By contrast, the United States argues that and they do not need to prove Smith’s participation during the statute of limitations period because Smith’s arguments are affirmative defenses instead of negating defenses. See Brief for Respondent, United States at 32-33. The United States cites significant legislative and case history illustrating the established rule that the statute of limitations is an affirmative defense. See id. at 39. Additionally, the United States asserts that Smith's particular withdrawal argument is also an affirmative defense because it does not weaken the evidence that he was a part of the conspiracy, but rather just invokes a statutory bar for prosecuting him for these actions. Id. at 43. The United States then argues that it is settled practice that the burden of proof for affirmative defenses falls on the defendant. See id. at 25. The United States contends that requiring a defendant to bear the burden of proof for affirmative defenses is a long-standing common law rule, and Congress has the ability to assign the burden of proof for affirmative defenses. See id. at 18. The United States argues that in instances such as the present, where Congress does not specify the affirmative defenses available, the common-law applies. See id. at 25. Therefore, the United States asserts that the burden of proof is on the defendant. See id.

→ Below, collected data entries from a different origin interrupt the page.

#[cfg(test)]
mod tests {
    use super::*;

    /// Every kernel kind, nested in sums and products, with irregular days and a duplicate day.
    fn all_kinds_model() -> GpRegression {
        let kernel = crate::gp::kernel::tests::all_kinds();
        GpRegression::new(kernel, 0.7)
    }

    fn data(n: usize) -> (Vec<f64>, Vec<f64>) {
        // Irregular days with one repeated day; y a deterministic wiggle (no RNG needed).
        let mut t: Vec<f64> = (0..n)
            .map(|i| (i as f64 * 1.37).floor() + 0.25 * (i % 3) as f64)
            .collect();
        t[3] = t[2];
        let y = t
            .iter()
            .map(|d| (d * 0.9).sin() + 0.3 * (d * 0.31).cos() + 0.05 * (d * 7.7).sin())
            .collect();
        (t, y)
    }

    fn set_all(m: &GpRegression, p: &[f64]) -> GpRegression {
        let mut out = m.clone();
        let k = out.kernel.n_params();
        out.kernel.set_params(&p[..k]);
        out.mean = p[k];
        out
    }

    /// Analytic gradient against central differences of `nlml` (h = 1e-5; truncation error
    /// O(h²) ≈ 1e-10 relative, rounding ≈ 1e-16·|NLML|/h ≈ 1e-10). Tolerance 1e-6 relative to
    /// max(|g|, 1e-2).
    #[test]
    fn nlml_grad_matches_finite_differences_for_every_kernel_and_the_mean() {
        let model = all_kinds_model();
        let (t, y) = data(40);
        let (value, grad) = model.nlml_grad(&t, &y).unwrap();
        assert!((value - model.nlml(&t, &y).unwrap()).abs() < 1e-12 * value.abs());
        let mut p = model.kernel.params();
        p.push(model.mean);
        assert_eq!(grad.len(), p.len());
        let h = 1e-5;
        for j in 0..p.len() {
            let (mut plus, mut minus) = (p.clone(), p.clone());
            plus[j] += h;
            minus[j] -= h;
            let fd = (set_all(&model, &plus).nlml(&t, &y).unwrap()
                - set_all(&model, &minus).nlml(&t, &y).unwrap())
                / (2.0 * h);
            let tol = 1e-6 * grad[j].abs().max(1e-2);
            assert!(
                (fd - grad[j]).abs() <= tol,
                "param {j}: analytic {} vs finite difference {fd}",
                grad[j]
            );
        }
    }

    /// The on-the-fly gradient against the textbook form -½ tr((ααᵀ - K⁻¹) ∂K/∂θ) built from
    /// full matrices (R&W 2006 eq. 5.9) with nalgebra's own inverse. Tolerance 1e-9 relative.
    #[test]
    fn nlml_grad_matches_dense_trace_formula() {
        let model = all_kinds_model();
        let (t, y) = data(25);
        let (_, grad) = model.nlml_grad(&t, &y).unwrap();
        let (k, dks) = model.kernel.cov_with_grad(&t);
        let chol = Cholesky::new(k).unwrap();
        let r = DVector::from_iterator(y.len(), y.iter().map(|v| v - model.mean));
        let alpha = chol.solve(&r);
        let inner = &alpha * alpha.transpose() - chol.inverse();
        for (j, dk) in dks.iter().enumerate() {
            let dense = -0.5 * (&inner * dk).trace();
            assert!(
                (dense - grad[j]).abs() <= 1e-9 * dense.abs().max(1.0),
                "param {j}: {dense} vs {}",
                grad[j]
            );
        }
        assert!((grad.last().unwrap() + alpha.sum()).abs() < 1e-12 * alpha.sum().abs().max(1.0));
    }

    /// Whole-day data take the lag-table paths; they must agree with pair-by-pair evaluation
    /// (same formulas, different summation order: tolerance 1e-12 relative).
    #[test]
    fn lag_table_paths_agree_with_pairwise_evaluation() {
        let model = all_kinds_model();
        let t: Vec<f64> = [0, 1, 1, 2, 5, 9, 10, 11, 30, 31, 45, 46, 47, 80]
            .iter()
            .map(|&d| d as f64)
            .collect();
        let y: Vec<f64> = t.iter().map(|d| (d * 0.4).sin()).collect();
        let lags = DayLags::new(&t).expect("whole days over a short span use the table");
        let prepared = model.kernel.prepare();
        let k_table = training_cov(&prepared, &t);
        let k_direct = DMatrix::from_fn(t.len(), t.len(), |i, j| {
            prepared.value((t[i] - t[j]).abs(), i == j)
        });
        assert_eq!(k_table, k_direct);

        let fac = model.factorise(&t, &y).unwrap();
        let w = spd_inverse(fac.cholesky.l_dirty());
        let by_lag = weighted_dk_by_lag(&prepared, &lags, &w, &fac.alpha);
        let by_pair = weighted_dk_by_pair(&prepared, &t, &w, &fac.alpha);
        for (a, b) in by_lag.iter().zip(&by_pair) {
            assert!((a - b).abs() <= 1e-12 * b.abs().max(1.0), "{a} vs {b}");
        }
        // Fractional days, or a span much longer than the number of pairs, fall back.
        assert!(DayLags::new(&[0.0, 0.5]).is_none());
        assert!(DayLags::new(&[0.0, 1000.0]).is_none());
    }

    #[test]
    fn spd_inverse_inverts() {
        let (t, _) = data(30);
        let k = all_kinds_model().kernel.cov(&t);
        let chol = Cholesky::new(k.clone()).unwrap();
        let w = spd_inverse(chol.l_dirty());
        let err = (&k * &w - DMatrix::identity(30, 30)).abs().max();
        assert!(err < 1e-8, "|K W - I| = {err:e}");
    }

    /// With one observation and an SE + White kernel the posterior has a closed form
    /// (R&W 2006 eqs. 2.25–2.26 with n = 1): mean = m + k(d)(y - m)/(s² + σ²),
    /// var_latent = s² - k(d)²/(s² + σ²).
    #[test]
    fn single_observation_posterior_matches_closed_form() {
        let (s2, noise, len) = (2.0_f64, 0.5_f64, 3.0_f64);
        let model = GpRegression::new(
            Kernel::sum(
                Kernel::SquaredExp {
                    log_var: s2.ln(),
                    log_len: len.ln(),
                },
                Kernel::White {
                    log_var: noise.ln(),
                },
            ),
            1.0,
        );
        let post = model.posterior(&[10.0], &[4.0]).unwrap();
        let pred = post.predict(&[10.0, 12.0]);
        for (a, d) in [0.0_f64, 2.0].into_iter().enumerate() {
            let k = s2 * (-0.5 * d * d / (len * len)).exp();
            let mean = 1.0 + k * 3.0 / (s2 + noise);
            let var = s2 - k * k / (s2 + noise);
            assert!((pred.mean[a] - mean).abs() < 1e-12);
            assert!((pred.var_latent[a] - var).abs() < 1e-12);
            assert!((pred.var_obs[a] - var - noise).abs() < 1e-12);
        }
    }

    #[test]
    fn no_observations_give_the_prior() {
        let model = GpRegression::new(
            Kernel::sum(
                Kernel::Matern52 {
                    log_var: 0.0,
                    log_len: 0.0,
                },
                Kernel::White { log_var: -1.0 },
            ),
            2.5,
        );
        assert_eq!(model.nlml(&[], &[]).unwrap(), 0.0);
        assert_eq!(model.nlml_grad(&[], &[]).unwrap().1, vec![0.0; 4]);
        let pred = model.posterior(&[], &[]).unwrap().predict(&[1.0]);
        assert_eq!(pred.mean, vec![2.5]);
        assert!((pred.var_latent[0] - 1.0).abs() < 1e-15);
        assert!((pred.var_obs[0] - 1.0 - (-1.0f64).exp()).abs() < 1e-15);
    }

    #[test]
    fn input_errors_are_reported() {
        let model = all_kinds_model();
        assert!(matches!(
            model.nlml(&[0.0, 1.0], &[0.0]),
            Err(GpError::Shape(_))
        ));
        assert!(matches!(
            model.nlml(&[0.0, f64::NAN], &[0.0, 1.0]),
            Err(GpError::NonFinite(m)) if m.contains("t[1]")
        ));
        assert!(matches!(
            model.nlml(&[0.0, 1.0], &[0.0, f64::INFINITY]),
            Err(GpError::NonFinite(m)) if m.contains("y[1]")
        ));
        let mut bad = model.clone();
        bad.mean = f64::NAN;
        assert!(bad.nlml_grad(&[0.0], &[0.0]).is_err());
    }
}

The Supreme Court’s holding will determine whether Smith's Due Process rights were violated, and who has the burden of proof in similar conspiracy cases in the future.
The Supreme Court’s decision in this case will decide the current 5-5 split in the Circuit courts regarding who holds the burden of proof concerning withdrawal from a conspiracy. If the Court agrees with Smith, and withdrawal negates an essential element of the crime, the government will have the burden of proving defendants were still members of conspiracies during the statutory period in future cases. This would require the government to prove a defendant was a member of an ongoing conspiracy, and would require they carry their burden of proof despite any evidence presented regarding withdrawal. If the court sides with the government, however, withdrawal and the statute of limitations will be held affirmative defenses, requiring the burden of proof to fall on the defendant to prove, by a preponderance of the evidence, that he had withdrawn from the conspiracy prior to the statutory period.